= Samenlevingscontract =

Dutch romantic cohabitation agreement

Under Dutch law, a samenlevingscontract, loosely translated as "cohabitation agreement", is a written document containing agreements between two persons having a love-relationship and living together without being married. It can not be compared to marriage because Dutch law knows special laws for married couples and the High Court of The Netherlands did decide in 2019 that these laws can not be used for unmarried couples living together. A samenlevingscontract can govern the so-called property relationships between two or more persons who are cohabiting and other fields of law. It does not necessarily imply a marriage-like (or sexual) relationship exists, but the contract can include agreements about any children within the cohabitation arrangement.

For a samenlevingscontract to be valid no special requirements have been set by Dutch law, except for the requirements that are in place for the validity of each contract. So neither does it have to be set up by a notarial deed (made by a Dutch civil-law notary) nor must the couple agree on certain points like taking care of each other financially. On the contrary, the contract must contain the agreements as they will be executed in day-to-day life, to be seen as valid by a judge.

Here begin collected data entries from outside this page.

//! Running a tape over blocks of inputs.

use crate::judge::rows::lanes::{LANE_BITS, Row, update, wide_fn};
use crate::judge::rows::tape::{Bit, Kind, Step, Tape};

/// A run of a tape: the rows as they are after the last block.
#[derive(Clone, Debug)]
pub(crate) struct Sweep<'a> {
    tape: &'a Tape,
    /// The rows of the tape; the first are the lanes left after each level and all slower ones, by level.
    rows: Vec<Row>,
    /// The block that the rows are for.
    block: Option<u64>,
    /// Blocks known to hold no solution: all those that share the slow bits of the last one.
    dead: std::ops::Range<u64>,
}

impl<'a> Sweep<'a> {
    /// A run that has not begun.
    pub(crate) fn new(tape: &'a Tape) -> Self {
        let mut rows = vec![Row::ZEROS; tape.slots()];
        rows[tape.top() + 1] = Row::ONES;
        tape.bits().iter().for_each(|bit| rows[bit.row as usize] = row_of(bit, 0));
        Self { tape, rows, block: None, dead: 0..0 }
    }

    /// The solutions among the inputs of a block; `None` where there is none. Cheap for blocks in increasing order.
    ///
    /// A problem over fewer bits than a block has lanes repeats in the lanes beyond its inputs, and blocks beyond its
    /// inputs repeat the others.
    pub(crate) fn block(&mut self, block: u64) -> Option<&Row> {
        if self.dead.contains(&block) {
            return None;
        }
        if self.block != Some(block) {
            let highest = self.enter(block);
            self.run(block, highest);
        }
        if self.dead.contains(&block) { None } else { Some(&self.rows[0]) }
    }

    /// The block after the last one that is known to hold no solution, given that `block` holds none.
    pub(crate) fn dead_until(&self, block: u64) -> u64 {
        if self.dead.contains(&block) { self.dead.end } else { block + 1 }
    }

    /// Sets the rows of the block's bits and returns the highest level that has to run.
    fn enter(&mut self, block: u64) -> usize {
        let top = self.tape.top();
        let highest = match self.block {
            None => top,
            Some(before) => (63 - (before ^ block).leading_zeros() as usize).min(top),
        };
        // In the order of their places, so those of the lanes, which never change, come first.
        let bits = self.tape.bits();
        let slow = &bits[bits.partition_point(|bit| bit.place < LANE_BITS)..];
        let changed = slow.partition_point(|bit| bit.place <= LANE_BITS + highest);
        slow[..changed].iter().for_each(|bit| self.rows[bit.row as usize] = row_of(bit, block));
        self.block = Some(block);
        highest
    }

    fn run(&mut self, block: u64, highest: usize) {
        self.dead = 0..0;
        for level in (0..=highest).rev() {
            let some_left = run_level(self.tape.level(level), &mut self.rows);
            if !some_left {
                let start = block >> level << level;
                // The top level depends on no bit of the block, so nothing holds anywhere.
                let end = if level == self.tape.top() { u64::MAX } else { start + (1 << level) };
                self.dead = if level == self.tape.top() { 0..end } else { start..end };
                return;
            }
        }
    }
}

/// The row of a bit, or of its negation, in a block.
fn row_of(bit: &Bit, block: u64) -> Row {
    let row = Row::of_bit(bit.place, block);
    if bit.negated { !row } else { row }
}

wide_fn! {
    /// Runs the steps of one level; false as soon as no lane is left.
    fn run_level(steps: &[Step], rows: &mut [Row]) -> bool {
        for step in steps {
            match (step.kind, step.len) {
                (Kind::Look, _) if rows[step.to as usize].is_zero() => return false,
                (Kind::Look, _) => {}
                (Kind::SetMost, _) => apply(rows, step, |_, [a, b, c]| (a & b) | (c & (a | b))),
                (_, 1) => of_kind::<1>(rows, step),
                (_, 2) => of_kind::<2>(rows, step),
                (_, _) => of_kind::<3>(rows, step),
            }
        }
        true
    }
}

#[inline(always)]
fn of_kind<const N: usize>(rows: &mut [Row], step: &Step) {
    match step.kind {
        Kind::Set => apply::<N>(rows, step, |_, operands| all(operands)),
        Kind::SetNot => apply::<N>(rows, step, |_, operands| !all(operands)),
        Kind::Keep => apply::<N>(rows, step, |row, operands| row & all(operands)),
        Kind::Clear => apply::<N>(rows, step, |row, operands| row & !all(operands)),
        Kind::Flip => apply::<N>(rows, step, |row, operands| row ^ all(operands)),
        Kind::SetOdd => apply::<N>(rows, step, |_, operands| odd(operands)),
        Kind::FlipOdd => apply::<N>(rows, step, |row, operands| row ^ odd(operands)),
        Kind::SetMost | Kind::Look => unreachable!("handled by the caller"),
    }
}

#[inline(always)]
fn all<const N: usize>(operands: [u64; N]) -> u64 {
    let mut all = u64::MAX;
    for operand in operands {
        all &= operand;
    }
    all
}

#[inline(always)]
fn odd<const N: usize>(operands: [u64; N]) -> u64 {
    let mut odd = 0;
    for operand in operands {
        odd ^= operand;
    }
    odd
}

/// Makes a row out of what it was and of operands.
#[inline(always)]
fn apply<const N: usize>(rows: &mut [Row], step: &Step, f: impl Fn(u64, [u64; N]) -> u64) {
    let mut from = [0; N];
    for (row, &operand) in from.iter_mut().zip(&step.from) {
        *row = operand as usize;
    }
    update(rows, step.to as usize, from, f);
}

Since the 1980s the contract has been popular among two different groups in Dutch society: people who wanted to formalise their relationship, but did not want to marry, and people who wanted to marry but could not legally do so. With the introduction first of registered partnerships (1998) and later the broadening of marriage to include same-sex couples (2001) in the Netherlands, the need for a cohabitation agreement for the latter has become less pronounced.